Increasing Trends of Minimal Residual Disease Measurement in Trials Focusing on Multiple Myeloma Treatment: A Systematic Analysis of Clinical Research Design From 2014 to 2025

ABSTRACT Minimal residual disease (MRD) is a central biomarker in multiple myeloma (MM), offering unprecedented sensitivity for evaluating treatment efficacy and serving as a potential surrogate endpoint.

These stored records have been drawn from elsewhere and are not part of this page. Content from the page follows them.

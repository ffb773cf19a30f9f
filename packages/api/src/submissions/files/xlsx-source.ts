/**
 * Rows of an XLSX workbook through exceljs's streaming WorkbookReader
 * (toolchain.md): date cells arrive as Date objects (styles cached),
 * formulas as { formula, result } (the saved result is used; none saved is
 * a problem cell), errors as { error }. Merged ranges, invisible to the
 * streaming reader, are filled in from the prescan: every cell of a merge
 * shows the value of its top-left cell, as it does on screen.
 *
 * The reader is given the workbook's parts in the order it needs them
 * (readerOrder): otherwise it writes every sheet saved before the shared
 * strings, expanded, to a temporary file and reads it back, and most programs
 * save the sheets first.
 */
import { Readable } from 'node:stream';
import { crc32, createInflateRaw } from 'node:zlib';
import ExcelJS from 'exceljs';
import { type Cell, CellProblem } from '../format/values.js';
import type { RowSource, SourceNotes, SourceRow } from './row-source.js';
import type { CellRange, SheetFacts, XlsxPrescan } from './xlsx-prescan.js';
import { ZipError, type ZipEntry } from './zip.js';

const BATCH = 25;

/**
 * exceljs's streaming reader options: shared strings and styles kept (dates are told by their
 * number format), hyperlinks ignored, each sheet handed out as it is reached.
 */
export const READER_OPTIONS = {
  sharedStrings: 'cache',
  styles: 'cache',
  hyperlinks: 'ignore',
  worksheets: 'emit',
  entries: 'ignore',
} as const;

/** The parts exceljs's streaming reader reads before it can read a sheet without a temporary file */
const READER_FIRST = [
  'xl/_rels/workbook.xml.rels',
  'xl/workbook.xml',
  'xl/styles.xml',
  'xl/sharedStrings.xml',
] as const;
const SHARED_STRINGS = 'xl/sharedStrings.xml';
/** Shared strings with none in them, for a workbook saved with its text in the cells (inline strings). */
const EMPTY_SHARED_STRINGS = Buffer.from(
  '<?xml version="1.0" encoding="UTF-8" standalone="yes"?>\n' +
    '<sst xmlns="http://schemas.openxmlformats.org/spreadsheetml/2006/main" count="0" uniqueCount="0"/>',
);

/**
 * The workbook's bytes in the order exceljs's streaming reader wants them: the workbook, its
 * relationships, styles and shared strings, then the one sheet Cairn reads, and nothing else.
 * exceljs reads a ZIP front to back and parses a sheet at once only if the shared strings and
 * the workbook's relationships came before it; a sheet that comes earlier (the order most
 * programs save in) it writes, expanded, to a temporary file and reads back afterwards. Here no
 * row of an extract is written to disk, and the time that took is saved. Each part is passed on
 * as saved (local header, compressed data, data descriptor), then the central directory, which
 * is all a front-to-back ZIP reader uses; a workbook without shared strings gets an empty set of
 * them, stored uncompressed.
 * Returns null, for the file to be read as saved, when a part the reader needs is missing.
 */
export function readerOrder(
  buf: Buffer,
  entries: readonly ZipEntry[],
  sheetPath: string,
): Buffer[] | null {
  const byName = new Map(entries.map((e) => [e.name, e]));
  const sheet = byName.get(sheetPath);
  if (!sheet || !byName.has('xl/workbook.xml') || !byName.has('xl/_rels/workbook.xml.rels'))
    return null;
  const parts: Buffer[] = [];
  for (const name of READER_FIRST) {
    const entry = byName.get(name);
    if (entry) parts.push(buf.subarray(entry.localOffset, entry.end));
    else if (name === SHARED_STRINGS) parts.push(storedEntry(SHARED_STRINGS, EMPTY_SHARED_STRINGS));
  }
  parts.push(buf.subarray(sheet.localOffset, sheet.end));
  // And the directory after them, as saved: the reader stops at its signature. Without it the
  // input would end exactly where the sheet does, and unzipper, asked for the next signature
  // when the input has just finished, fails with FILE_ENDED though the bytes are in its buffer.
  const directory = entries.reduce((at, e) => Math.max(at, e.end), 0);
  parts.push(buf.subarray(directory));
  return parts;
}

/** Expanded bytes of the sheet kept ready ahead of exceljs (64 KB each: 4 MB) */
const EXPANDED_AHEAD = 64;
const EXPAND_CHUNK = 1 << 16;

/**
 * What exceljs reads: the parts in its order (readerOrder), the sheet among them already
 * expanded and passed on as a stored part. zlib expands the sheet in 64 KB pieces, up to a few
 * megabytes ahead of the XML parser, instead of the 16 KB pieces exceljs's unzipper asks for one
 * at a time (about 0.2 s less per 100,000 rows, measured in alternating ingests). The expanded size must be the one the workbook's directory
 * declares (the local header says so); a sheet expanding to more or less is damaged.
 */
export function readerInput(
  buf: Buffer,
  entries: readonly ZipEntry[],
  sheetPath: string,
): ReaderInput {
  const parts = readerOrder(buf, entries, sheetPath);
  const none = () => null;
  if (!parts) return { input: Readable.from([buf]), problem: none };
  const sheet = entries.find((e) => e.name === sheetPath)!;
  if (sheet.method !== 8 || sheet.encrypted || sheet.uncompressedSize >= 0xffffffff)
    return { input: Readable.from(parts), problem: none };
  const before = parts.slice(0, -2);
  const directory = parts[parts.length - 1]!;
  let problem: ZipError | null = null;
  // The input never fails as a stream (the reader would not hear it, and wait): on a problem it
  // ends short of the sheet's declared size, the reader fails, and problem() says why.
  async function* bytes(): AsyncGenerator<Buffer> {
    yield* before;
    // CRC 0: known only once the sheet is expanded, and the streaming reader does not check it.
    yield storedHeader(sheet.name, sheet.uncompressedSize, 0);
    const inflate = createInflateRaw({ chunkSize: EXPAND_CHUNK });
    inflate.end(buf.subarray(sheet.dataStart, sheet.dataStart + sheet.compressedSize));
    let expanded = 0;
    try {
      for await (const chunk of inflate as AsyncIterable<Buffer>) {
        expanded += chunk.length;
        if (expanded > sheet.uncompressedSize) break;
        yield chunk;
      }
    } catch {
      problem = new ZipError('damaged', `the part ${sheet.name} cannot be expanded`);
      return;
    } finally {
      inflate.destroy();
    }
    if (expanded !== sheet.uncompressedSize) {
      problem = new ZipError(
        'damaged',
        `the part ${sheet.name} is not the size its directory says`,
      );
      return;
    }
    yield directory;
  }
  return {
    input: Readable.from(bytes(), { highWaterMark: EXPANDED_AHEAD }),
    problem: () => problem,
  };
}

export interface ReaderInput {
  input: Readable;
  /** Why the input ended early (the sheet is damaged), once it has */
  problem(): ZipError | null;
}

/** The local file header of an uncompressed part of `size` bytes (APPNOTE.TXT 4.3.7). */
function storedHeader(name: string, size: number, crc: number): Buffer {
  const nameBytes = Buffer.from(name, 'utf8');
  const header = Buffer.alloc(30);
  header.writeUInt32LE(0x04034b50, 0);
  header.writeUInt16LE(10, 4); // version needed to extract: 1.0
  header.writeUInt16LE(0x0800, 6); // the name is UTF-8
  header.writeUInt16LE(0, 8); // stored, not compressed
  header.writeUInt32LE(0, 10); // time and date
  header.writeUInt32LE(crc, 14);
  header.writeUInt32LE(size, 18);
  header.writeUInt32LE(size, 22);
  header.writeUInt16LE(nameBytes.length, 26);
  header.writeUInt16LE(0, 28);
  return Buffer.concat([header, nameBytes]);
}

/** The local file header and data of an uncompressed ZIP part. */
function storedEntry(name: string, data: Buffer): Buffer {
  return Buffer.concat([storedHeader(name, data.length, crc32(data)), data]);
}

export function toCell(value: unknown, onFormula: () => void): Cell {
  if (value === null || value === undefined) return null;
  switch (typeof value) {
    case 'string':
      return value;
    case 'number':
      return Number.isFinite(value) ? value : new CellProblem('error', '#NUM!');
    case 'boolean':
      return value;
    case 'object':
      break;
    default:
      return null;
  }
  if (value instanceof Date) return value;
  const v = value as Record<string, unknown>;
  if ('formula' in v || 'sharedFormula' in v) {
    const formula = String(v.formula ?? v.sharedFormula ?? '');
    if (!('result' in v) || v.result === undefined) return new CellProblem('no_result', formula);
    const result = v.result;
    if (typeof result === 'number' && Number.isNaN(result))
      return new CellProblem('error', '#VALUE!');
    if (result !== null && typeof result === 'object' && 'error' in (result as object)) {
      return new CellProblem('error', String((result as { error: unknown }).error));
    }
    onFormula();
    return toCell(result, () => undefined);
  }
  if ('error' in v) return new CellProblem('error', String(v.error));
  if (Array.isArray(v.richText))
    return (v.richText as { text?: string }[]).map((r) => r.text ?? '').join('');
  if ('text' in v) return typeof v.text === 'string' ? v.text : toCell(v.text, onFormula);
  return null;
}

/** The sheet as the prescan's plan names it (xlsx-prescan.ts, planXlsx). */
export type XlsxSheetPlan = Pick<
  XlsxPrescan,
  'sheetName' | 'sheetPath' | 'otherSheets' | 'date1904'
>;

/**
 * Rows exceljs may read ahead while the sheet's own scan (its row count, merges, hidden rows)
 * is still running, on a thread of its own for a large sheet (sheet-scan-thread.ts). Past this
 * many, reading waits for the scan, so a workbook the scan then refuses has cost little.
 */
const READ_AHEAD_ROWS = 20_000;

export class XlsxRowSource implements RowSource {
  readonly kind = 'xlsx' as const;
  formulaCells = 0;
  readonly date1904: boolean;
  /** Settles once the sheet's scan is done; rejects with its refusal (PrescanRefusal). */
  readonly ready: Promise<void>;
  private facts: SheetFacts | null = null;
  private scanSettled = false;
  private readonly raw: AsyncGenerator<SourceRow[]>;
  /** Batches read while the scan ran, their merges not yet filled */
  private early: SourceRow[][] = [];
  private rawDone = false;
  private readError: unknown = null;
  private readonly readingAhead: Promise<void>;
  private noteCache: SourceNotes | null = null;

  /**
   * Starts reading at once; `facts` (the sheet's scan, usually still running) is needed before
   * the first batch is handed out, and `ready` says when it is known.
   */
  constructor(
    private readonly buf: Buffer,
    private readonly plan: XlsxSheetPlan,
    facts: Promise<SheetFacts> | SheetFacts,
    private readonly entries: readonly ZipEntry[],
  ) {
    this.date1904 = plan.date1904;
    this.ready = Promise.resolve(facts).then(
      (known) => {
        this.facts = known;
        this.scanSettled = true;
      },
      (error: unknown) => {
        this.scanSettled = true;
        throw error;
      },
    );
    this.ready.catch(() => undefined); // the caller awaits it; never an unhandled rejection
    this.raw = this.read();
    this.readingAhead = this.readAhead();
  }

  private known(): SheetFacts {
    if (!this.facts) throw new Error('the sheet scan has not finished');
    return this.facts;
  }

  get valuedRows(): number {
    return this.known().valuedRows;
  }

  get notes(): SourceNotes {
    const facts = this.known();
    this.noteCache ??= {
      sheetName: this.plan.sheetName,
      otherSheets: this.plan.otherSheets,
      merges: facts.merges,
      hiddenRows: facts.hiddenRows,
      hiddenColumns: facts.hiddenColumns,
      delimiter: null,
      encoding: null,
    };
    return this.noteCache;
  }

  /** Reads batches until the scan is done (or enough are waiting). */
  private async readAhead(): Promise<void> {
    let rows = 0;
    try {
      while (!this.scanSettled && rows < READ_AHEAD_ROWS) {
        const next = await this.raw.next();
        if (next.done) {
          this.rawDone = true;
          return;
        }
        this.early.push(next.value);
        rows += next.value.length;
      }
    } catch (error) {
      this.readError = error;
      this.rawDone = true;
    }
  }

  async *batches(): AsyncGenerator<SourceRow[]> {
    await this.ready;
    await this.readingAhead;
    if (this.readError) throw this.readError;
    const merges = new MergeFiller(this.known().merges);
    const fill = (batch: SourceRow[]) => {
      if (merges.active) for (const r of batch) merges.fill(r.row, r.cells);
      return batch;
    };
    const early = this.early;
    this.early = [];
    for (const batch of early) yield fill(batch);
    if (this.rawDone) return;
    for await (const batch of this.raw) yield fill(batch);
  }

  /** Stops reading (the file was refused, or its rows are not wanted). */
  async close(): Promise<void> {
    await this.readingAhead;
    this.early = [];
    await this.raw.return(undefined);
  }

  /** The sheet's rows as exceljs reads them, in batches; merges are filled in by batches(). */
  private read(): AsyncGenerator<SourceRow[]> {
    return readSheet(this.buf, this.entries, this.plan, () => void this.formulaCells++);
  }
}

/**
 * The chosen sheet's rows as exceljs reads them, in batches of BATCH, merges not filled in;
 * `onFormula` counts the formula cells whose saved result was used.
 */
export async function* readSheet(
  buf: Buffer,
  entries: readonly ZipEntry[],
  plan: Pick<XlsxSheetPlan, 'sheetName' | 'sheetPath'>,
  onFormula: () => void,
): AsyncGenerator<SourceRow[]> {
  const { input, problem } = readerInput(buf, entries, plan.sheetPath);
  const reader = new ExcelJS.stream.xlsx.WorkbookReader(input, READER_OPTIONS);
  let batch: SourceRow[] = [];
  let found = false;
  try {
    for await (const worksheet of reader) {
      if (found || (worksheet as unknown as { name: string }).name !== plan.sheetName) continue;
      found = true;
      for await (const row of worksheet) {
        const values = row.values as unknown[];
        const cells: Cell[] = new Array<Cell>(Math.max(0, values.length - 1));
        for (let c = 1; c < values.length; c++) cells[c - 1] = toCell(values[c], onFormula);
        for (let c = 0; c < cells.length; c++) if (cells[c] === undefined) cells[c] = null;
        batch.push({ row: row.number, cells });
        if (batch.length >= BATCH) {
          yield batch;
          batch = [];
        }
      }
    }
  } catch (error) {
    // The reader's own complaint (the input ended early) says less than why it did.
    throw problem() ?? error;
  }
  const damaged = problem();
  if (damaged) throw damaged;
  if (batch.length > 0) yield batch;
  if (!found) throw new SheetNotReadError(plan.sheetName);
}

/** The chosen sheet never came out of the reader (a workbook written by an unusual program). */
export class SheetNotReadError extends Error {
  constructor(readonly sheetName: string) {
    super(`the sheet ${sheetName} could not be read`);
  }
}

/** Fills every cell of a merged range with the value of its top-left cell. */
class MergeFiller {
  private readonly byTop = new Map<number, CellRange[]>();
  private readonly open: { range: CellRange; value: Cell }[] = [];
  readonly active: boolean;

  constructor(merges: readonly CellRange[]) {
    for (const m of merges) {
      if (m.right - m.left > 1000 || m.bottom - m.top > 1_000_000) continue;
      const list = this.byTop.get(m.top);
      if (list) list.push(m);
      else this.byTop.set(m.top, [m]);
    }
    this.active = this.byTop.size > 0;
  }

  fill(rowNumber: number, cells: Cell[]): void {
    for (const range of this.byTop.get(rowNumber) ?? []) {
      this.open.push({ range, value: cells[range.left - 1] ?? null });
    }
    for (let i = this.open.length - 1; i >= 0; i--) {
      const { range, value } = this.open[i]!;
      if (rowNumber > range.bottom) {
        this.open.splice(i, 1);
        continue;
      }
      if (rowNumber < range.top) continue;
      for (let c = range.left; c <= range.right; c++) {
        while (cells.length < c) cells.push(null);
        cells[c - 1] = value;
      }
    }
  }
}
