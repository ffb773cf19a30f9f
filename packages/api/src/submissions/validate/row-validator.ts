/**
 * Validates and normalises one data row of an extract (methods.md §7):
 * row errors refuse the row, warnings keep it and say what Cairn did, flags
 * are clinical data-quality checks. Accepted rows come out as a RecordRow in
 * canonical units with dates coarsened to the month.
 *
 * The validator keeps the state that spans rows: record references seen (a
 * repeated reference refuses the later rows and warns on the first) and the
 * counts that decide the file-level identifier checks.
 */
import { COL, RECORD_COLUMNS, type RecordRow } from '../../records/record-columns.js';
import {
  CARE_PROCESSES,
  COLUMN_BY_KEY,
  COLUMNS,
  type ColumnDef,
  DIAGNOSTIC_THRESHOLDS,
  findUnit,
  UNITS,
  type UnitDef,
} from '../format/columns.js';
import type { HeaderMapping, MappedColumn } from '../format/header.js';
import { looksLikeEmail, passesModulus11 } from '../format/identifiers.js';
import {
  type Issue,
  type IssueCodeKey,
  makeIssue,
  type Refusal,
  refusal,
} from '../format/issue-codes.js';
import {
  type Cell,
  CellProblem,
  cellText,
  type DateConvention,
  isBlank,
  monthString,
  normaliseCode,
  readDate,
  readNumber,
  readYear,
  readYesNo,
} from '../format/values.js';

export interface ValidationContext {
  practiceCode: string;
  /** Review window of the quarter, as month indices (year × 12 + month − 1) */
  windowStartIndex: number;
  windowEndIndex: number;
  windowEnd: string;
  /** Calendar year of the window's last month */
  endYear: number;
  /** The current month (server clock), as an index */
  currentMonthIndex: number;
  dateConvention: DateConvention;
  date1904: boolean;
}

export type RowOutcome =
  | { kind: 'accepted'; record: RecordRow; issues: Issue[] | null }
  | { kind: 'rejected'; issues: Issue[] }
  | { kind: 'refused'; refusal: Refusal };

const FORMULA_START = /^[=+\-@\u2212\t\r]/;
// eslint-disable-next-line no-control-regex
const CONTROL = /[\u0000-\u001f\u007f]/;
const MAX_REF = 64;
const REF_SAMPLE = 200;

/** The care-record columns (month, values) each care process fills. */
const PROCESS_TARGET: Record<string, { month: number; values: number[] }> = {
  hba1c: { month: COL.hba1c_month, values: [COL.hba1c_mmol_mol] },
  blood_pressure: { month: COL.blood_pressure_month, values: [COL.systolic, COL.diastolic] },
  cholesterol: { month: COL.cholesterol_month, values: [COL.total_cholesterol_mmol_l] },
  serum_creatinine: { month: COL.serum_creatinine_month, values: [COL.serum_creatinine_umol_l] },
  urine_albumin: { month: COL.urine_albumin_month, values: [COL.acr_mg_mmol] },
  foot_surveillance: { month: COL.foot_surveillance_month, values: [] },
  bmi: { month: COL.bmi_month, values: [COL.bmi_kg_m2] },
  smoking: { month: COL.smoking_month, values: [COL.smoking_status] },
  retinal_screening: { month: COL.retinal_screening_month, values: [] },
};
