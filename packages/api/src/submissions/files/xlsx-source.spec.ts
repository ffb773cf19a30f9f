/**
 * The workbook reaches exceljs's streaming reader in the order it needs
 * (readerOrder): workbook, relationships, styles, shared strings, then the
 * one sheet read. The rows are the same as when the file is read as saved;
 * no sheet is written to a temporary file on the way (exceljs does that with
 * a sheet saved before the shared strings, as most programs save them).
 */
import { jest } from '@jest/globals';
import fs from 'node:fs';
import { Readable } from 'node:stream';
import ExcelJS from 'exceljs';
import { writeXlsx } from '../template/extract-writer.js';
import type { Cell } from '../format/values.js';
import { openExtract } from '../pipeline/process-extract.js';
import { sniff } from './sniff.js';
import { readerOrder, toCell } from './xlsx-source.js';

const limits = { maxRows: 10_000, maxUncompressedBytes: 100 << 20, maxZipEntries: 1000 };
const HEADINGS = ['record_ref', 'birth_year', 'sex', 'hba1c_date', 'note'];

function sheetRows(n: number): (string | number | Date | null)[][] {
  return Array.from({ length: n }, (_, i) => [
    `R${1000 + i}`,
    1940 + (i % 50),
    i % 2 ? 'female' : 'male',
    new Date(Date.UTC(2026, i % 9, 1 + (i % 27))),
    i % 7 === 0 ? null : `note ${i % 11}`,
  ]);
}

async function workbook(sharedStrings: boolean): Promise<Buffer> {
  return (await writeXlsx(
    { headings: HEADINGS, rows: sheetRows(600) },
    {
      sharedStrings,
      sheetsBefore: [{ name: 'instructions', rows: [['Read me first'], ['One row per person']] }],
      sheetsAfter: [{ name: 'dictionary', rows: [['column', 'meaning']] }],
    },
  ))!;
}

/** The part names of a ZIP read front to back, in order. */
function localNames(parts: Buffer[]): string[] {
  const buf = Buffer.concat(parts);
  const names: string[] = [];
  for (let p = 0; p + 30 <= buf.length && buf.readUInt32LE(p) === 0x04034b50;) {
    const nameLength = buf.readUInt16LE(p + 26);
    names.push(buf.toString('utf8', p + 30, p + 30 + nameLength));
    const next = buf.indexOf(Buffer.from([0x50, 0x4b, 0x03, 0x04]), p + 30 + nameLength);
    if (next < 0) break;
    p = next;
  }
  return names;
}

/** The data sheet's rows read from the file as saved, by exceljs alone. */
async function rowsAsSaved(bytes: Buffer): Promise<{ row: number; cells: Cell[] }[]> {
  const reader = new ExcelJS.stream.xlsx.WorkbookReader(Readable.from([bytes]), {
    sharedStrings: 'cache',
    styles: 'cache',
    hyperlinks: 'ignore',
    worksheets: 'emit',
    entries: 'ignore',
  });
  const rows: { row: number; cells: Cell[] }[] = [];
  for await (const sheet of reader) {
    if ((sheet as unknown as { name: string }).name !== 'data') {
      for await (const _row of sheet) void _row;
      continue;
    }
    for await (const row of sheet) {
      const values = row.values as unknown[];
      const cells = Array.from({ length: Math.max(0, values.length - 1) }, (_, c) =>
        toCell(values[c + 1], () => undefined),
      );
      rows.push({ row: row.number, cells });
    }
  }
  return rows;
}

async function rowsThroughSource(bytes: Buffer) {
  const opened = await openExtract(bytes, 'extract.xlsx', limits);
  if (!('source' in opened)) throw new Error(opened.refusal.message);
  const rows: { row: number; cells: Cell[] }[] = [];
  for await (const batch of opened.source.batches()) rows.push(...batch);
  return rows;
}

describe('readerOrder', () => {
  afterEach(() => jest.restoreAllMocks());

  it.each([
    ['a shared strings table', true],
    ['inline strings (no shared strings part)', false],
  ])(
    'with %s: puts the parts exceljs needs first and the data sheet last, and nothing else',
    async (_label, shared) => {
      const bytes = await workbook(shared);
      const sniffed = sniff(bytes, 'extract.xlsx');
      if (sniffed.kind !== 'xlsx') throw new Error(sniffed.kind);
      const asSaved = sniffed.entries.map((e) => e.name);
      expect(asSaved.indexOf('xl/worksheets/sheet2.xml')).toBeGreaterThanOrEqual(0);
      if (shared) {
        // As saved, the sheets come before the shared strings: the order that costs a temporary file.
        expect(asSaved.indexOf('xl/worksheets/sheet2.xml')).toBeLessThan(
          asSaved.indexOf('xl/sharedStrings.xml'),
        );
      } else {
        expect(asSaved).not.toContain('xl/sharedStrings.xml');
      }
      const parts = readerOrder(bytes, sniffed.entries, 'xl/worksheets/sheet2.xml')!;
      expect(localNames(parts)).toEqual([
        'xl/_rels/workbook.xml.rels',
        'xl/workbook.xml',
        'xl/styles.xml',
        'xl/sharedStrings.xml',
        'xl/worksheets/sheet2.xml',
      ]);
      // Then the central directory as saved, ending with its end record: the input never ends
      // where the sheet does.
      const whole = Buffer.concat(parts);
      expect(whole.readUInt32LE(whole.length - 22)).toBe(0x06054b50);
      expect(whole.subarray(whole.length - 22).equals(bytes.subarray(bytes.length - 22))).toBe(
        true,
      );
    },
  );

  it.each([true, false])(
    'reads the same rows as the file read as saved, without a temporary file (shared strings: %s)',
    async (shared) => {
      const bytes = await workbook(shared);
      // exceljs spools a sheet through fs.createWriteStream to a temporary file.
      const tmpFile = jest.spyOn(fs, 'createWriteStream');
      const ours = await rowsThroughSource(bytes);
      expect(tmpFile).not.toHaveBeenCalled();
      const reference = await rowsAsSaved(bytes);
      // Read as saved, exceljs spools the sheets it meets before the shared strings to disk.
      if (shared) expect(tmpFile).toHaveBeenCalled();
      expect(ours).toHaveLength(601);
      expect(ours).toEqual(reference);
      expect(ours[1]!.cells[0]).toBe('R1000');
      expect(ours[1]!.cells[3]).toEqual(new Date(Date.UTC(2026, 0, 1)));
    },
  );

  it('leaves a workbook without its relationships part to be read as saved', async () => {
    const bytes = await workbook(true);
    const sniffed = sniff(bytes, 'extract.xlsx');
    if (sniffed.kind !== 'xlsx') throw new Error(sniffed.kind);
    const entries = sniffed.entries.filter((e) => e.name !== 'xl/_rels/workbook.xml.rels');
    expect(readerOrder(bytes, entries, 'xl/worksheets/sheet2.xml')).toBeNull();
    expect(readerOrder(bytes, sniffed.entries, 'xl/worksheets/sheet9.xml')).toBeNull();
  });
});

We conducted a comprehensive analysis of clinical trials registered on ClinicalTrials.gov between 2014 and 2025. Interventional trials or observational studies investigating therapeutic interventions were included. Data on therapy response, MRD outcomes, measurement, and their role as primary, secondary, or adaptive endpoints were extracted. A total of 1336 studies met inclusion criteria. Among interventional trials, 86.4% included therapy response and 30.9% MRD as an outcome. Trials assessing MRD increased steadily from 6.7% in 2014 to 56.8% in 2025. Almost 50% of trials with recruiting (46.0%) or not yet recruiting (46.8%) status had an MRD outcome. MRD served as a primary outcome in 28.4% of trials with MRD assessment and guided therapeutic decisions in 7.5%. Most studies used next‐generation flow or sequencing at a 10 −5 threshold, though reporting heterogeneity persisted. MRD integration in trials has expanded substantially, reflecting its clinical and regulatory importance. Still, there is a need for coordinated evidence generation, standardization, and alignment with evolving EMA and HTA requirements. Future research should integrate patient experience data and emerging non‐invasive MRD technologies to enhance clinical relevance and policy acceptance.